## Supplied material
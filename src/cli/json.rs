//! The one way a command prints JSON: every document carries the version of
//! the JSON output as a top-level `format` member (docs/json-output.md).
//! Documents that are arrays (`timeline --json`, `record --json`) carry it
//! in each element, so a row read on its own still says its format.

use serde::Serialize;

/// Version of the JSON the commands print. Raised only when a member is
/// renamed, removed or changes meaning; added members keep the version.
pub const FORMAT: u32 = 1;

/// `body` with `format` as its first member.
#[derive(Serialize)]
pub struct Versioned<'a, T: Serialize + ?Sized> {
    format: u32,
    #[serde(flatten)]
    body: &'a T,
}

/// Wraps one object with its `format`.
pub fn versioned<T: Serialize + ?Sized>(body: &T) -> Versioned<'_, T> {
    Versioned {
        format: FORMAT,
        body,
    }
}

/// Prints one object, indented.
pub fn print_pretty<T: Serialize + ?Sized>(doc: &T) -> anyhow::Result<()> {
    println!("{}", serde_json::to_string_pretty(&versioned(doc))?);
    Ok(())
}

/// Prints an array on one line, each element with its `format`.
pub fn print_rows<T: Serialize>(rows: &[T]) -> anyhow::Result<()> {
    let rows: Vec<Versioned<'_, T>> = rows.iter().map(versioned).collect();
    println!("{}", serde_json::to_string(&rows)?);
    Ok(())
}
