impl Insertion {
    fn new(pool: &Incident, best: &Placement, tasks: &[TaskIdx]) -> Insertion {
        let n_existing = best.len();
        let mut p = best.0.clone();
        p.resize(pool.units.len(), None);
        let tl = tallies(pool, &Placement(p));
        Insertion {
            tasks: tasks.iter().map(|&t| (t, tl[t].clone())).collect(),
            n_existing,
        }
    }

    /// Places the candidate's units (pool units: per type, the first
    /// `counts[type]` of `max` requested ones) one at a time: the tier task
    /// with the lowest odds below `cap` takes the unit that raises it most.
    /// Returns the place of each unit of the candidate, in the order
    /// [`with_extra_units`] adds them, when every task ends at `cap`.
    fn insert(&self, pool: &Incident, counts: &[usize], cap: f64) -> Option<Vec<Option<TaskIdx>>> {
        // Pool units of each type, in the order they were added.
        let mut left: Vec<UnitIdx> = Vec::new();
        let mut order: Vec<UnitIdx> = Vec::new();
        for (ty, &c) in counts.iter().enumerate() {
            let of_type: Vec<UnitIdx> = (self.n_existing..pool.units.len())
                .map(UnitIdx::new)
                .filter(|&u| pool.units[u].type_idx == ty)
                .take(c)
                .collect();
            order.extend(&of_type);
            left.extend(of_type);
        }
        let mut tasks = self.tasks.clone();
        let mut place: Vec<(UnitIdx, TaskIdx)> = Vec::new();
        loop {
            let mut below: Vec<(usize, f64)> = tasks
                .iter()
                .enumerate()
                .map(|(i, (t, tl))| (i, tl.ln_odds(&pool.tasks[*t])))
                .filter(|(_, ln)| cmp_ln(*ln, cap) == Ordering::Less)
                .collect();
            if below.is_empty() {
                break;
            }
            below.sort_by(|a, b| a.1.total_cmp(&b.1));
            let mut placed = false;
            for (i, _) in below {
                let (t, tl) = &mut tasks[i];
                let task = &pool.tasks[*t];
                if !rules::has_room(task, tl.count() as usize) {
                    continue;
                }
                let mut best: Option<(usize, f64)> = None;
                for (j, &u) in left.iter().enumerate() {
                    if !task.accepts_type(pool.units[u].type_idx) {
                        continue;
                    }
                    tl.add(pool, u);
                    let ln = ln_odds_ignoring_minimum(tl, task);
                    tl.remove(pool, u);
                    if best.is_none_or(|(_, b)| ln > b) {
                        best = Some((j, ln));
                    }
                }
                if let Some((j, _)) = best {
                    let u = left.swap_remove(j);
                    tl.add(pool, u);
                    place.push((u, *t));
                    placed = true;
                    break;
                }
            }
            if !placed {
                return None;
            }
        }
        Some(
            order
                .iter()
                .map(|u| place.iter().find(|(p, _)| p == u).map(|(_, t)| *t))
                .collect(),
        )
    }
}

## About this exercise
Every line that contains the string "element" should be returned from the data.

## Solution for this exercise
//! in each element, so a row read on its own still says its format.
/// Prints an array on one line, each element with its `format`.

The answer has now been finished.